CISA Recommends Continuous Cybersecurity Training



CISA Recommends Continuous Cybersecurity TrainingIn an age when 70% - 90% of successful data breaches involve social engineering (which gets past all other defenses), sufficient training is needed to best reduce human-side cybersecurity risk.

Everyone should be trained in how to recognize social engineering attempts, how to mitigate (i.e., delete, ignore, etc.) them, and how to appropriately report them if in a business scenario.

The amount of time an organization should devote to security awareness training (SAT) is still up for debate. Most cybersecurity regulatory guides have no recommendation or only recommend/require a single SAT session a year. Most cybersecurity experts agree that once a year is not enough.

At KnowBe4, we recommend a longer SAT training session when employees are hired (say 15-30 minutes), and a similar longer session once a year thereafter. Then, we believe that SAT training should be at least monthly, although shorter in duration (say three to five minutes). Simulated phishing campaigns should be conducted at least once a month, although the organizations with the lowest social engineering cyber risk conduct phishing tests at least weekly. Recipients “failing” a simulated phishing test should be given more training.

We have data to show that the more frequently training and simulated phishing testing are done, the lower the risk that an employee will click on a phishing email.

Note: We see some evidence that simulated phishing can be an even stronger teaching tool than regular cybersecurity training alone.

Continuous Cybersecurity Training

There has also been a new trending term in the last few years known as continuous cybersecurity training. I am not sure when or where it first originated, perhaps some cybersecurity training firm decades ago can claim first use, but it is possible that the term is increasingly being used to describe the human element within the also trending zero trust architectures, which often discuss continuous authentication and continuous monitoring.

The idea is that doing something continuously is more likely to be accurate and reduce risk than doing something once. For example, almost all of today’s authentication involves a user (or device, service, etc.) being checked for authentication only once, at the first attempted login, and if successful then, never done again (at least for that session). It is equivalent to someone coming into a bank building, being checked and allowed in, and then never asked to re-substantiate their reason for being anywhere in the bank forevermore.
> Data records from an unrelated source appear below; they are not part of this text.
"""Mathematical symbols, each named once, and phrases of text, symbols and numbers.

A phrase keeps text from the data apart from our own wording, so that every renderer escapes it.
"""

from __future__ import annotations

from dataclasses import dataclass
from string import Formatter
from typing import Any


@dataclass(frozen=True)
class Symbol:
    """One symbol as TeX, as HTML and as plain ASCII text."""

    tex: str
    html: str
    plain: str


def _variable(tex: str, html: str, plain: str) -> Symbol:
    return Symbol(f"${tex}$", f"<i>{html}</i>", plain)


SYMBOLS: dict[str, Symbol] = {
    "alpha": _variable(r"\alpha", "α", "alpha"),
    "beta": _variable(r"\beta", "β", "beta"),
    "gamma0": Symbol(r"$\gamma_0$", "<i>γ</i><sub>0</sub>", "gamma0"),
    "gamma1": Symbol(r"$\gamma_1$", "<i>γ</i><sub>1</sub>", "gamma1"),
    "fbar": Symbol(r"$\bar{f}$", '<i class="bar">f</i>', "fbar"),
    "excess_slope": Symbol(
        r"$\gamma_1-\bar{f}$",
        '<span class="nb"><i>γ</i><sub>1</sub> − <i class="bar">f</i></span>',
        "gamma1 - fbar",
    ),
    "r2": Symbol(r"$R^2$", "<i>R</i><sup>2</sup>", "R2"),
    "rho": Symbol(r"$\rho_e$", "<i>ρ<sub>e</sub></i>", "rho_e"),
    "chi2": Symbol(r"$\chi^2$", "<i>χ</i><sup>2</sup>", "chi2"),
    "F": _variable("F", "F", "F"),
    "N": _variable("N", "N", "N"),
    "T": _variable("T", "T", "T"),
    "t": _variable("t", "t", "t"),
    "p": _variable("p", "p", "p"),
    "auto_lag": Symbol(
        r"$\lfloor 4\,(T/100)^{2/9} \rfloor$",
        '<span class="nb">⌊4(<i>T</i>/100)<sup>2/9</sup>⌋</span>',
        "floor(4 (T/100)^(2/9))",
    ),
    "dash": Symbol("--", "–", "-"),
    "equals": Symbol(" $=$ ", "&nbsp;=&nbsp;", " = "),
    "indent": Symbol(r"\quad{}", "&emsp;", "  "),
    "percent": Symbol(r"\,\%", "&#8239;%", "%"),
}


class Phrase(tuple):
    """Parts in order: text (to be escaped), `Symbol`s, and cells of `specification`."""

    __slots__ = ()

    @property
    def length(self) -> int:
        """Characters of its text; a symbol counts as one."""
        return sum(len(part) if isinstance(part, str) else 1 for part in self)

    def __add__(self, other: tuple) -> Phrase:
        return Phrase(tuple.__add__(self, other))


def said(template: str, **parts: Any) -> Phrase:
    """A phrase from our own wording: `{name}` is one of `parts` (text, cell, phrase) or a symbol.

    Raises KeyError for a name that is neither.
    """
    found: list[Any] = []
    for text, name, _, _ in Formatter().parse(template):
        if text:
            found.append(text)
        if name is None:
            continue
        part = parts[name] if name in parts else SYMBOLS[name]
        if isinstance(part, Phrase):
            found.extend(part)
        else:
            found.append(part)
    return Phrase(found)


def joined(phrases: list[Phrase], between: str) -> Phrase:
    """Phrases one after another with text between them."""
    parts: list[Any] = []
    for place, phrase in enumerate(phrases):
        parts += [between, *phrase] if place else [*phrase]
    return Phrase(parts)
Continuous authentication, re-performed on the user during all their actions within a system is likely to be more accurate than one-time authentication.

In that same vein, continuous cybersecurity training is gaining steam. This hit home recently when in CISA's latest cybersecurity warning regarding a Chinese nation-state threat called Volt Typhoon, they recommend "continuous cybersecurity training" (see image excerpt below).

It is the second recommendation under ACTIONS FOR LEADERS.

Although it may not be the first time that CISA (and the other related “Five Eyes” organizations, such as the NSA) have recommended continuous cybersecurity training, it is the first we are aware of. Either way, we applaud CISA’s recommendation and use of continuous cybersecurity training.

CISA is likely recommending all types of cybersecurity training, of which, SAT, is only one type. Other types of cybersecurity training include teaching people how to correctly deploy, configure, and operate cybersecurity hardware and software defenses. It also includes teaching people the basic security tenets, such as least privilege and defense-in-depth. It, too, must include training people in how to recognize, mitigate, and correctly report social engineering attacks.

This is because all successful social engineering has already bypassed every other possible defense put in its way. Everything else failed and the threat ended up at the end-user. The mere fact that social engineering is involved in 70% -90% of today’s successful data breaches, despite every other defense put in its way to prevent it from getting to an end-user, demonstrates the need for security awareness training.

It is proven that people who are taught something more frequently will better remember that training. We are still working on figuring out the best-recommended training and phishing frequencies for all organizations, individuals, groups, and scenarios (they are likely to be different). But we can say that in light of contrary data, more training is better than less training. And we certainly believe that thinking about cybersecurity training as something that is continuously done as a way of life and business is likely to be closer to the final answer when all the data is in.

We are using Artificial Intelligence Defense Agents to better figure out that part of the equation. We have been using AI for over six years to help better defend our customers against social engineering attacks. We already know that simulated phishing campaigns selected by our AIDA perform better to educate users than campaigns picked by human admins. Our AIDA agents are soon going to be picking the exact phishing subjects, messages, and training to send to individual users, so they get the education they need to best help reduce human-based cybersecurity risk. Just enough. Without large gaps of time. Continuously as needed.

It reminds me of how we train our children to cross the street. We hold their hands when they are toddlers, warn them to stay out of busy streets, and teach them to look left, right, left, before they step off the curb to go across the street to the other side. We do this for years, until we are sure they will always do it every time by themselves. And most adults, to this day, when crossing a busy street, will hear their parents’ mantra of “look both ways” before crossing a street. And they teach their children and grandchildren the same when it is time to do so.

We never stop teaching and thinking about real-world safety. It should be the same in the digital world.